I also have the 220 volt version. That one will keep its speed up even at the end of a VERY long cord!

Rob


----------



## SDC (Feb 18, 2009)

Check this site, it will tell you what you need to know
For full size
http://www.toolsofthetrade.net/industry-news.asp?sectionID=1493&articleID=501244
on pg 5 it tell all features and list prices

For trim routers
http://www.toolsofthetrade.net/industry-news.asp?sectionID=1493&articleID=501434
pg 4 for these...


BTW I have both sizes, each has an advantage :thumbsup:


----------



## SDC (Feb 18, 2009)

You'll love this, I just recently picked up this set-up at HD, they are not carrying this any more...
Reg $299
I paid $99 brand new, not a return:thumbup::thumbup:


----------



## jaros bros. (Jan 16, 2009)

I've owned and operated just about every router out there and I have to say the new Bosch 2 horse or more routers are amazing. Very smooth, soft start, quiet, well built, and they operate beautifully. Not crazy about getting a smaller router like a 1 3/4 horse unless you're going to be doing small operations with it. They don't seem to hold up for me. Porter Cable is not what it used to be. They were known for making great tools but lately I have been disappointed. Go with the Bosch and you won't be disappointed.


----------



## fuster (Apr 13, 2009)

Porter Cable. I own two of their routers. I have had them for over 2 years so I can't speak for their current line of routers, but I am 100% satisfied with mine, and they are US made. You can get the most aftermarket accessories that fit Porter Cable routers. That is a big deal. 

Second choice would be Bosch. Made either in Switzerland or USA. A few of their smaller drivers are made in Malaysia. All their electric tools are fantastic, I own a driver, worm drive saw, roto hammer by Bosch. Great products. Best roto hammer product line IMO.


----------



## PaliBob (Jun 11, 2008)

cibula11 said:


> Looking to buy a router for some around the house projects.


The Craftsman will do the job for you. Don't forget to get the biggest set of bits that you can initially afford. They can be the cheaper bits to start, but make sure they are boxed so that each bit can be returned to its home after use.

There is a lot of prejudice against cheap bits as you can spend hundreds on a primo set, But the way I look at it, is that if they all stay organized they will be used more often and as you gain more experience the bits can be replaced one by one as needed with better quality carbide bits

http://www.heartlandamerica.com/browse/item.asp?PIN=28496&SC=WIF10001&#
.


----------



## fuster (Apr 13, 2009)

I second the advice on bit purchase.

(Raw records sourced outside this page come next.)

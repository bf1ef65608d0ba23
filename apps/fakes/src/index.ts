export { type CaughtMessage, type MailCatcher, startMailCatcher } from "./mail-catcher";
export { type Delivery, type FakeEvent, type PaymentsFake, type PaymentsFakeOptions, startPaymentsFake } from "./payments/payments-fake";
export { signPayload } from "./payments/signature";
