export { type CaughtMessage, type MailCatcher, startMailCatcher } from "./mail-catcher";
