import type { BatchSummary, Page } from "@tagloom/contracts";
import { infiniteQueryOptions, useInfiniteQuery } from "@tanstack/react-query";
import { api } from "@/lib/api-client";

export const getBatches = (orgId: string, cursor?: string) => api.get<Page<BatchSummary>>(`/orgs/${orgId}/batches`, { query: { cursor, limit: 50 } });

export const batchesQueryOptions = (orgId: string) =>
  infiniteQueryOptions({
    queryKey: ["orgs", orgId, "batches", "list"],
    queryFn: ({ pageParam }) => getBatches(orgId, pageParam),
    initialPageParam: undefined as string | undefined,
    getNextPageParam: (last) => last.nextCursor ?? undefined,
  });

export function useBatches(orgId: string, { enabled = true }: { enabled?: boolean } = {}) {
  return useInfiniteQuery({ ...batchesQueryOptions(orgId), enabled });
}
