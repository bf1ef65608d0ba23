import type { BatchDetail } from "@tagloom/contracts";
import { queryOptions, useQuery } from "@tanstack/react-query";
import { api } from "@/lib/api-client";

export const getBatch = (orgId: string, corpusId: string, batchId: string) => api.get<BatchDetail>(`/orgs/${orgId}/corpora/${corpusId}/batches/${batchId}`);

export const batchQueryOptions = (orgId: string, corpusId: string, batchId: string) =>
  queryOptions({ queryKey: ["orgs", orgId, "batches", batchId], queryFn: () => getBatch(orgId, corpusId, batchId), staleTime: 5_000 });

export function useBatch(orgId: string, corpusId: string, batchId: string) {
  return useQuery(batchQueryOptions(orgId, corpusId, batchId));
}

You will buy bits as you use the router more. When you are at a point where you can know what size and shape/type bit you want, then you can also decide to buy upscale bits. At that point you can use some web based sources for purchasing bits like routerbits.com.


----------



## micromind (Mar 9, 2008)

I bought my bits the same way. The ones I use a lot have been replaced with better (more expensive) ones, but some that I don't use often are the original 'cheap' ones that came with the set.

Rob


----------